Stored data:

____

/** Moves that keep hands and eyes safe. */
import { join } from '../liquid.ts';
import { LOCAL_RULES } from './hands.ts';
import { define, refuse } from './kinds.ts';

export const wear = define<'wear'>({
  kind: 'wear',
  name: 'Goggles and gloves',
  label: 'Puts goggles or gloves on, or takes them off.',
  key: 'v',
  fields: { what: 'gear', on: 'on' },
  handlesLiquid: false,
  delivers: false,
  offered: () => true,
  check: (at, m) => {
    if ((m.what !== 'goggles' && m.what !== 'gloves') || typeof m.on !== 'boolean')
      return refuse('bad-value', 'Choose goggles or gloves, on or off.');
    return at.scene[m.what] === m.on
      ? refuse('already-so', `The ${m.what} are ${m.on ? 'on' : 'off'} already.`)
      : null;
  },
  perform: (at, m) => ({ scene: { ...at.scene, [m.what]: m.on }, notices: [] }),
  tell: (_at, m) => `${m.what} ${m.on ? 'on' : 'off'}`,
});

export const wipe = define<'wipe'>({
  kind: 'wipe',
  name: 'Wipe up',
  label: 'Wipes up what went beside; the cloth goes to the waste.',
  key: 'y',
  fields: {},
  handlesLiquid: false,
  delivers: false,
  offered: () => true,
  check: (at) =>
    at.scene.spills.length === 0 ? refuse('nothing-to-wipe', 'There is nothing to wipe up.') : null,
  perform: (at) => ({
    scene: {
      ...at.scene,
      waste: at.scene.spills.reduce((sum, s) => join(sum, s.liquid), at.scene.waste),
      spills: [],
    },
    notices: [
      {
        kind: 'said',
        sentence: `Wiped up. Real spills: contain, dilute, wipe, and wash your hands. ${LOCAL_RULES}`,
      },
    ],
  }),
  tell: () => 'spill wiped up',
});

____

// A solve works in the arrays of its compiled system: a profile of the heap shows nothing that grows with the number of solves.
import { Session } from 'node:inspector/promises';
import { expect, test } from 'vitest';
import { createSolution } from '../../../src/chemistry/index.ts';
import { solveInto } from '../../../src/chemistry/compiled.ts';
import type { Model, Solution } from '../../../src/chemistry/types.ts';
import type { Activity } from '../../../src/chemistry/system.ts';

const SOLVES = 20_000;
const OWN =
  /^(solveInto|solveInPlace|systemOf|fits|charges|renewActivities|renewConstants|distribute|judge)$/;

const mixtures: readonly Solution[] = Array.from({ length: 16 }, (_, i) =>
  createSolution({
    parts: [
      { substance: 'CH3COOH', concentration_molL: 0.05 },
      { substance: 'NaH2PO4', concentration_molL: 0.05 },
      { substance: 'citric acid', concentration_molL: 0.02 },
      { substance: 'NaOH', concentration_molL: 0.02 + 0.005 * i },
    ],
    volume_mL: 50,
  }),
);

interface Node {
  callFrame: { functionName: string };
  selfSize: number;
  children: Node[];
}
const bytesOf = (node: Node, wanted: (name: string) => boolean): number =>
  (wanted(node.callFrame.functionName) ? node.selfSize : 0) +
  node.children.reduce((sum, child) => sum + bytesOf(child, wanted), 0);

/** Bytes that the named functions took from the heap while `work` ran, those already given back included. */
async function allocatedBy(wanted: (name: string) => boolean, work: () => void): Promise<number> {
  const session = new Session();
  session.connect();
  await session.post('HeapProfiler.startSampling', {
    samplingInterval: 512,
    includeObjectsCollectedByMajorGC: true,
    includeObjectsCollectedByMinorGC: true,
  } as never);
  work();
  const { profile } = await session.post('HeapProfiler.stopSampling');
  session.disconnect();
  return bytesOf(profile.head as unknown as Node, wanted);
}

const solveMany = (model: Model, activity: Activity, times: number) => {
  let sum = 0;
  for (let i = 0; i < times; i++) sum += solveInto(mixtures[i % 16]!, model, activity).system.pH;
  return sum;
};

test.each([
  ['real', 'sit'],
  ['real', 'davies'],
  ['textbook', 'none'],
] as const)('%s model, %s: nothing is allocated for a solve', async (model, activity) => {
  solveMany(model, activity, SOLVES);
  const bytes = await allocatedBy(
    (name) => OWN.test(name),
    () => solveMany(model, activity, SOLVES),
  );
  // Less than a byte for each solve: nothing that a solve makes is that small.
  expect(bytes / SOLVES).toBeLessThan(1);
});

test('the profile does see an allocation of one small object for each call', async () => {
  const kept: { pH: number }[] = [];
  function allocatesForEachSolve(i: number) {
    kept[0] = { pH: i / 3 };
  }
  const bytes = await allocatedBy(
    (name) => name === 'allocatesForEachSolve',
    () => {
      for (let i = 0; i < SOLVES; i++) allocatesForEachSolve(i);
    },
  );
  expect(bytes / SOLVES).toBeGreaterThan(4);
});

____

Assignment:
Each line that contains the string "async" should be copied from the data above.

Task answer:
async function allocatedBy(wanted: (name: string) => boolean, work: () => void): Promise<number> {
] as const)('%s model, %s: nothing is allocated for a solve', async (model, activity) => {
test('the profile does see an allocation of one small object for each call', async () => {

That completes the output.